豊浦寺跡近くにある難波池。
この場所はやはり、隠れたパワースポットでしょう。
難波池(2010年撮影)。
仏教排斥派の物部尾輿が仏像を投げ込んだと伝えられる池です。
仏像を洗い清めた『すすぎの瀧』!善光寺の御本尊
その仏像はなんと、百済の聖明王から欽明天皇に贈られた日本で最初の仏像だったのです。
仏像拝観は近年ブームになりつつありますが、その発端は興福寺の阿修羅像だったことを思い出します。
アシュラーと呼ばれる阿修羅ファンが、こぞって興福寺を訪れて話題になりました。今も全国各地に数えきれないほどの仏像が祀られています。その仏像の先陣を切る一体が、あろうことか池に投げ捨てられていたのです。
難波池の由来。
日本最古の仏像といえば、豊浦寺跡からもほど近い飛鳥寺の飛鳥大仏を思い浮かべる人も多いと思います。実は飛鳥大仏よりも古い仏像が難波池に放り込まれていたのです。
奈良交通かめバスの豊浦バス停。
仏像を池に捨て去るなんて、なんともセンセーショナルな事件ですよね。
飛鳥寺は日本最古の本格的仏教寺院ですが、飛鳥寺よりも先に豊浦寺というお寺があったことを忘れてはなりません。
かつての豊浦寺跡は、今では向原寺という名前になっています。
聖徳太子の霊場の一つにも数えられます。
聖徳太子といえば推古天皇を連想しますが、それもそのはず、この辺りは推古天皇の豊浦宮跡があった場所でもあるのです。
向原寺本堂の木鼻。
歴史を遡れば、この周辺には蘇我氏の大邸宅がありました。
推古天皇は蘇我氏の出身だと聞いたことがありますが、腑に落ちる史実ではないかと思われます。
向原寺(豊浦寺跡)の本堂。
仏教伝来は欽明天皇の時代です。
日本古来の神を信奉する天皇は、百済の聖明王から頂いた金銅の仏像を蘇我稲目に手渡します。
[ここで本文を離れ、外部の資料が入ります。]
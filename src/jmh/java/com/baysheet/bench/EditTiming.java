package com.baysheet.bench;

import com.baysheet.framing.Derivation;
import com.baysheet.framing.Derived;
import com.baysheet.framing.Rederivation;
import com.baysheet.framing.model.Bay;
import com.baysheet.framing.model.Building;
import com.baysheet.framing.model.Level;

import java.util.ArrayList;
import java.util.Arrays;
import java.util.List;
import java.util.function.Function;

/**
 * A one-bay edit followed by the member page's derivation, on the varied plan of {@link FramingBenchmark} at 24
 * levels: the building is derived after a bay's dead load changes on one floor, then the edited bay's first infill
 * beam has its record written (what its page renders). Two ways: the whole building derived
 * ({@link Derivation#derive}) and derived again from the previous state ({@link Rederivation}). The edit alternates
 * between two dead loads, so each run is a real change. Not a test: prints milliseconds per edit (docs/benchmarks.md,
 * One-bay edit). Run, after building the class path as for the sheet benchmark:
 * {@code java -Xmx4g -cp target/classes:$(cat target/bench.cp) com.baysheet.bench.EditTiming [levels] [runs]}.
 */
public final class EditTiming {
    private EditTiming() {}

    public static void main(String[] args) {
        int levels = args.length > 0 ? Integer.parseInt(args[0]) : 24, runs = args.length > 1 ? Integer.parseInt(args[1]) : 6;
        Building plain = FramingBenchmark.varied(levels);
        List<Level> keyed = new ArrayList<>();
        for (int k = 0; k < plain.levels().size(); k++) keyed.add(plain.levels().get(k).withKey("L" + (k + 1)));
        Building a = new Building(plain.name(), plain.context(), plain.grid(), keyed), b = edited(a, levels / 2, 5, 7);
        String member = "L" + (levels / 2) + "-bay" + 5 + "x" + 7 + "-b1";
        Rederivation again = new Rederivation();
        report("full derivation", time(Derivation::derive, a, b, member, runs));
        again.derive(a);
        report("derived again", time(again::derive, a, b, member, runs * 3));
    }

    /** Building {@code a} with the dead load of the bay at (col, row) on level {@code level} (1 the lowest) raised by 5. */
    static Building edited(Building a, int level, int col, int row) {
        List<Level> levels = new ArrayList<>(a.levels());
        Level l = levels.get(level - 1);
        List<Bay> bays = new ArrayList<>(l.bays());
        for (int k = 0; k < bays.size(); k++) {
            Bay x = bays.get(k);
            if (x.col() == col && x.row() == row)
                bays.set(k, new Bay(col, row, x.occupancy(), x.deadLoad() + 5, x.framing(), false, x.cantilevers(), x.cantileverOccupancy()));
        }
        levels.set(level - 1, new Level(l.name(), l.elevation(), l.roof(), l.roofSlope(), bays, l.key(), l.surface()));
        return new Building(a.name(), a.context(), a.grid(), levels);
    }

    /** ms of each edit: derive the other state, then write the edited member's record. The first two are warm-up. */
    private static double[] time(Function<Building, Derived> derive, Building a, Building b, String member, int runs) {
        double[] ms = new double[runs];
        for (int k = -2; k < runs; k++) {
            Building next = (k & 1) == 0 ? b : a;
            long t0 = System.nanoTime();
            Derived d = derive.apply(next);
            int steps = d.member(member).orElseThrow().result().record().steps().size();
            double took = (System.nanoTime() - t0) / 1e6;
            if (k >= 0) ms[k] = took;
            if (steps == 0) throw new IllegalStateException("a record without steps");
        }
        return ms;
    }

    private static void report(String what, double[] ms) {
        double[] s = ms.clone();
        Arrays.sort(s);
        System.out.printf("%s: median %.1f ms, min %.1f ms, max %.1f ms over %d edits%n", what, s[s.length / 2], s[0], s[s.length - 1], s.length);
    }
}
仏教擁護派の蘇我氏と排斥派の物部氏の争いは歴史的にも有名ですが、難波池のお話にも如実に表れています。
向原寺の裏手に鎮座する甘樫坐神社。
右手に巨大な石造物が見えますね・・・立石です。
すすぎの瀧。
難波池から甘樫丘豊浦休憩所の方へ歩いて行くと、程なく左手にすすぎの瀧がありました。
散歩中の土地の住人に教えて頂いたのですが、難波池に投げ込まれた金銅仏はこの瀧で洗い清められたということです。
すすぎの瀧を案内する石碑。
右手の階段を降りていくと、先ほどの瀧の祠に辿り着きます。
向原寺の「向」でしょうか。
難波池に放り込まれ、すすぎの瀧で清められた金銅仏。その歴史的金銅仏は現在、長野の善光寺の御本尊となっておられます。難波池を通りかかった本田善光さんがお持ち帰りになられたとのことです。
豊浦近辺の住民の方々は、今でも講を組んで善光寺参りを続けておられるそうです。
日本仏教の始まりの地。
それがここ、難波池周辺のエリアだと言っても過言ではないでしょう。